|
By Maricel E. Burgonio, Reporter
THE Bangko Sentral ng Pilipinas (BSP)
may tweak its monetary policy to avoid conditions of prolonged
negative real interest rates.
Speaking before the Trust
Officers Association of the Philippines, BSP Governor Amando M.
Tetangco Jr. said prolonged negative real interest rates, which
involve below-inflation benchmark 91-day Treasury bill rates,
distort investments and consumption signals.
“The BSP is very focused on
this issue and is committed to adjust its policy settings, its
instruments and tactics with agility . . . as circumstances
warrant,” Tetangco said.
The yield of the 91-day T-bill,
which banks use in pricing their loans, fell to a new record low of
2.860 percent last Monday after climbing to 2.998 percent on March
19.
T-bills are subject to 20-percent
withholding tax, so with consumer prices rising by 2.6 percent in
February, investors stand to make no gains from investing in these
short-term government IOUs.
With benchmark rates dropping,
investors are wont to search for alternative investments, Tetangco
said.
This was seen in how deposits
have grown vis-à-vis trust accounts in the last five years. Trust
accounts had a growth rate of 47 percent versus 61 percent for
deposit accounts.
Last year banks reported P3.8
trillion in deposit liabilities as against P860 billion in trust
account liabilities.
Tetangco said the BSP’s
emerging challenge is to maintain financial stability despite huge
inflows of foreign money, which has fueled a rise in domestic money
supply and threatened to stoke expectations that prices would rise
faster than earlier forecast.
“We realize the economy itself
if undergoing structural change. Therefore, we are conscious that
our policy reaction should not be dogmatic,” Tetangco said.
The Philippines’ relative
success in reining in its budget deficit has occasioned higher
investment flows from abroad, which along with record inflows of
overseas Filipino worker (OFW) remittances, has driven a surge in
domestic money supply that risks fueling inflation.

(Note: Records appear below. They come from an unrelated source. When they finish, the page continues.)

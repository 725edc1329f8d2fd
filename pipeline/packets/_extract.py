"""Space packets (CCSDS 133.0-B) and encapsulation packets (CCSDS 133.1-B) out of transfer frames.

Space packet primary header, 6 octets (from memory, not confirmed; ../shared/REFERENCES.md sec. 5)
    bits 0-2 version ``000``, 3 type, 4 secondary header flag, 5-15 APID (``0x7FF`` idle),
    16-17 sequence flags, 18-31 sequence count (14 bits), 32-47 packet data length
    (octets of the data field - 1).  Whole packet: 7..65542 octets.
Encapsulation packet header (version ``111``; PID/PVN confirmed by [SLI] sec. 7.7, the rest from
memory, not confirmed)
    octet 0: version (3), protocol id (3, ``000`` idle), length of length (2).
    LoL 00: the packet is this one octet (``E0`` = idle);
    LoL 01: octet 1 is the packet length; LoL 10: octet 1 user defined + protocol id
    extension, octets 2-3 the packet length; LoL 11: octet 1 as before, octets 2-3 CCSDS
    defined, octets 4-7 the packet length.  The packet length counts the whole packet.
"""

from __future__ import annotations

import hashlib
from dataclasses import asdict, dataclass, field, replace
from typing import Any

from pipeline.link._accounting import CountTracker, FramePeriod
from pipeline.packets._timecodes import check_time_code_config, decode_time_code
from pipeline.profile import LinkProfile, TimeCodeConfig
from pipeline.timescales import leap_seconds

__all__ = ["Packet", "PacketExtractor", "PacketStats", "SequenceGap", "IDLE_APID", "DROP_REASONS"]

#: APID of idle space packets.
IDLE_APID = 0x7FF
_FHP_NO_HEADER = 0x7FF
_SEQ_MODULUS = 1 << 14
_MAX_SPACE_PACKET = 65542
_IDLE_OCTET = 0xE0
_MAX_GAP_EVENTS = 1000
# Packet times after 9999-12-31 UTC are counted as time-code errors.
_TIME_MAX_NS = 2_932_897 * 86_400 * 1_000_000_000  # days from 1970-01-01 to 10000-01-01
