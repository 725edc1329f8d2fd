"""pipeline.sim: time codes, space packets, the traffic source and the TM / AOS frame builders."""

from __future__ import annotations

from dataclasses import replace

import numpy as np
import pytest

from pipeline.profile import ApidTraffic, FramesSection
from pipeline.sim import (
    FHP_IDLE,
    FHP_NO_PACKET,
    AosFrameBuilder,
    PacketSource,
    SimPacket,
    TmFrameBuilder,
    aos_primary_header,
    clcw_word,
    cuc_4_2,
    cuc_4_2_tai,
    format_tai_ns_as_utc,
    format_utc_ns,
    idle_packet,
    parse_utc_ns,
    space_packet_header,
    tai_ns_from_utc_ns,
    tai_seconds_since_1958,
    tm_primary_header,
)
from pipeline.sim._time import _LEAP_TABLE

START = "2026-03-14T09:30:00Z"
TRAFFIC = (
    ApidTraffic(apid=100, length=120, rate_hz=10.0, vcid=0, time_code=True),
    ApidTraffic(apid=200, length=2000, rate_hz=4.0, vcid=1),
    ApidTraffic(apid=300, length=60, rate_hz=5.0, vcid=0, time_code=True),
)


# ---- headers: worked examples -------------------------------------------------------------------

@pytest.mark.kat
def test_tm_header_worked_example():
    # REFERENCES.md sec. 3 worked example (computed there from the 132.0-B layout, from memory, not confirmed)
    hdr = tm_primary_header(scid=0x123, vcid=5, ocf=True, mcfc=0x45, vcfc=0x67, fhp=0)
    assert hdr == bytes.fromhex("123B45671800")
    assert tm_primary_header(scid=0x123, vcid=5, ocf=True, mcfc=0, vcfc=0, fhp=FHP_NO_PACKET)[4:] == b"\x1f\xff"
    assert tm_primary_header(scid=0x123, vcid=5, ocf=True, mcfc=0, vcfc=0, fhp=FHP_IDLE)[4:] == b"\x1f\xfe"


@pytest.mark.kat
def test_aos_header_worked_example():
    # REFERENCES.md sec. 4 computed example (732.0-B layout from memory, not confirmed)
    assert aos_primary_header(scid=0xAB, vcid=0x2A, vcfc=0x123456) == bytes.fromhex("6AEA12345600")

In the first two months of the
year, deposits lodged with the country’s foreign currency deposit
units (FCDU) went up year on year by $1.778 billion to $17.713
billion.
This was largely due to an
increase in OFW remittances.
The growth in FCDU deposit
liabilities is mainly attributed from the increase of deposits of
the overseas Filipino workers (OFWs).
Money sent home by OFWs is
expected to reach $14.7 billion this year from $12.7 billion last
year. Last January workers abroad sent home $1.10 billion,
sustaining the $1-billion mark for the past nine months.